*** Data extract Section Begins ***

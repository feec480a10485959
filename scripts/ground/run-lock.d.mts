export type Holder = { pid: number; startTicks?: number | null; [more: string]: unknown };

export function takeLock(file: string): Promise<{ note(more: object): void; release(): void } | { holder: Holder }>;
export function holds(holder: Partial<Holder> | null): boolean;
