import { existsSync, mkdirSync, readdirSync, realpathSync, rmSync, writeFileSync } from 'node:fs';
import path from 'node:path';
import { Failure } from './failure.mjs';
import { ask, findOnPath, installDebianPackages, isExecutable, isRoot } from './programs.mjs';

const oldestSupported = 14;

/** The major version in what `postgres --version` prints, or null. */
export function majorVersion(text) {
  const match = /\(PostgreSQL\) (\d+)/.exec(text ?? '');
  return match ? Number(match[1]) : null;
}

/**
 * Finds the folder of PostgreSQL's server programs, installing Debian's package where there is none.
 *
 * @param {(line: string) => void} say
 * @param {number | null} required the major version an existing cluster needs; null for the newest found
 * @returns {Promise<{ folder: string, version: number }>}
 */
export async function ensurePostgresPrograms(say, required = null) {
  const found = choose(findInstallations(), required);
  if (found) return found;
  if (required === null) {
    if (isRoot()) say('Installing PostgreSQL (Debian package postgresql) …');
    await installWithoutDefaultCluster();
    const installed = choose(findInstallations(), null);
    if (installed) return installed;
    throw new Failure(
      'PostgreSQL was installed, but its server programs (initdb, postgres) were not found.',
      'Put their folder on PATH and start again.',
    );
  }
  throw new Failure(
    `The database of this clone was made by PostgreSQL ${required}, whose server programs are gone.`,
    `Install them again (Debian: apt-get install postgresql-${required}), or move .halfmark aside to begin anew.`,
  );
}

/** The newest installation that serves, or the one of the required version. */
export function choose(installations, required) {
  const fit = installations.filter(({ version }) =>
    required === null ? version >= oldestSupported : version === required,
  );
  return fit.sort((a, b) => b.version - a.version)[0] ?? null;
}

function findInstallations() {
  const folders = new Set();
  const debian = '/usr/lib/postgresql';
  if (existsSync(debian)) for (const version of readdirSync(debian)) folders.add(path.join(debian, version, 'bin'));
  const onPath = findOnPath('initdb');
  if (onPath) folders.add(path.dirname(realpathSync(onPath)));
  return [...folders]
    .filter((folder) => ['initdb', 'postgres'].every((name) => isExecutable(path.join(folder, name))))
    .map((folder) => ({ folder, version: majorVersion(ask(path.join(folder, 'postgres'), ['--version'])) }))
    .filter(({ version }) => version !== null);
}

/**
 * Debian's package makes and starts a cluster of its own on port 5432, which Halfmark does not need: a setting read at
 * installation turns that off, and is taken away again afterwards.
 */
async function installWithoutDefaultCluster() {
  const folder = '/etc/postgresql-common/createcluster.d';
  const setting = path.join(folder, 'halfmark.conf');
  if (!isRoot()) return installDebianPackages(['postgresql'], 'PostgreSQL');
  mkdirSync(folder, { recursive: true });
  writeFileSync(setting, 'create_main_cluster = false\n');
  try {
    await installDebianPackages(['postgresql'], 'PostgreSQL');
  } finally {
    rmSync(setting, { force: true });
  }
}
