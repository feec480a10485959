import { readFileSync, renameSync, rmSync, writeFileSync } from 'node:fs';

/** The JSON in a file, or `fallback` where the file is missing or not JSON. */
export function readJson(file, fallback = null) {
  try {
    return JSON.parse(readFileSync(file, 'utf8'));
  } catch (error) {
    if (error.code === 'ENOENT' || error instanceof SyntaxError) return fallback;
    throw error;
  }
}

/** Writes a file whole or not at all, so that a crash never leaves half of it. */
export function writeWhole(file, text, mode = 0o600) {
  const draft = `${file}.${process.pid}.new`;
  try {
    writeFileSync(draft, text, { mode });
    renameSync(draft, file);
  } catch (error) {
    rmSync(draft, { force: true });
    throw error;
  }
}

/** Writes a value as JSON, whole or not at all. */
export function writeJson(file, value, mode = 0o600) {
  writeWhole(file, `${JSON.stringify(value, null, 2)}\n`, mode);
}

*** Data extract Section Ends ***

### Assignment
Repeat all the material above, matching every character.

### Your response
repository feec480a10485959
filename scripts/ground/run-lock.d.mts
export type Holder = { pid: number; startTicks?: number | null; [more: string]: unknown };

export function takeLock(file: string): Promise<{ note(more: object): void; release(): void } | { holder: Holder }>;
export function holds(holder: Partial<Holder> | null): boolean;
import { existsSync, mkdirSync, readdirSync, realpathSync, rmSync, writeFileSync } from 'node:fs';
import path from 'node:path';
import { Failure } from './failure.mjs';
import { ask, findOnPath, installDebianPackages, isExecutable, isRoot } from './programs.mjs';

const oldestSupported = 14;

/** The major version in what `postgres --version` prints, or null. */
export function majorVersion(text) {
  const match = /\(PostgreSQL\) (\d+)/.exec(text ?? '');
  return match ? Number(match[1]) : null;
}

/**
 * Finds the folder of PostgreSQL's server programs, installing Debian's package where there is none.
 *
 * @param {(line: string) => void} say
 * @param {number | null} required the major version an existing cluster needs; null for the newest found
 * @returns {Promise<{ folder: string, version: number }>}
 */
export async function ensurePostgresPrograms(say, required = null) {
  const found = choose(findInstallations(), required);
  if (found) return found;
  if (required === null) {
    if (isRoot()) say('Installing PostgreSQL (Debian package postgresql) …');
    await installWithoutDefaultCluster();
    const installed = choose(findInstallations(), null);
    if (installed) return installed;
    throw new Failure(
      'PostgreSQL was installed, but its server programs (initdb, postgres) were not found.',
      'Put their folder on PATH and start again.',
    );
  }
  throw new Failure(
    `The database of this clone was made by PostgreSQL ${required}, whose server programs are gone.`,
    `Install them again (Debian: apt-get install postgresql-${required}), or move .halfmark aside to begin anew.`,
  );
}

/** The newest installation that serves, or the one of the required version. */
export function choose(installations, required) {
  const fit = installations.filter(({ version }) =>
    required === null ? version >= oldestSupported : version === required,
  );
  return fit.sort((a, b) => b.version - a.version)[0] ?? null;
}

function findInstallations() {
  const folders = new Set();
  const debian = '/usr/lib/postgresql';
  if (existsSync(debian)) for (const version of readdirSync(debian)) folders.add(path.join(debian, version, 'bin'));
  const onPath = findOnPath('initdb');
  if (onPath) folders.add(path.dirname(realpathSync(onPath)));
  return [...folders]
    .filter((folder) => ['initdb', 'postgres'].every((name) => isExecutable(path.join(folder, name))))
    .map((folder) => ({ folder, version: majorVersion(ask(path.join(folder, 'postgres'), ['--version'])) }))
    .filter(({ version }) => version !== null);
}

/**
 * Debian's package makes and starts a cluster of its own on port 5432, which Halfmark does not need: a setting read at
 * installation turns that off, and is taken away again afterwards.
 */
async function installWithoutDefaultCluster() {
  const folder = '/etc/postgresql-common/createcluster.d';
  const setting = path.join(folder, 'halfmark.conf');
  if (!isRoot()) return installDebianPackages(['postgresql'], 'PostgreSQL');
  mkdirSync(folder, { recursive: true });
  writeFileSync(setting, 'create_main_cluster = false\n');
  try {
    await installDebianPackages(['postgresql'], 'PostgreSQL');
  } finally {
    rmSync(setting, { force: true });
  }
}
repository feec480a10485959
import { readFileSync, renameSync, rmSync, writeFileSync } from 'node:fs';

/** The JSON in a file, or `fallback` where the file is missing or not JSON. */
export function readJson(file, fallback = null) {
  try {
    return JSON.parse(readFileSync(file, 'utf8'));
  } catch (error) {
    if (error.code === 'ENOENT' || error instanceof SyntaxError) return fallback;
    throw error;
  }
}

/** Writes a file whole or not at all, so that a crash never leaves half of it. */
export function writeWhole(file, text, mode = 0o600) {
  const draft = `${file}.${process.pid}.new`;
  try {
    writeFileSync(draft, text, { mode });
    renameSync(draft, file);
  } catch (error) {
    rmSync(draft, { force: true });
    throw error;
  }
}

/** Writes a value as JSON, whole or not at all. */
export function writeJson(file, value, mode = 0o600) {
  writeWhole(file, `${JSON.stringify(value, null, 2)}\n`, mode);
}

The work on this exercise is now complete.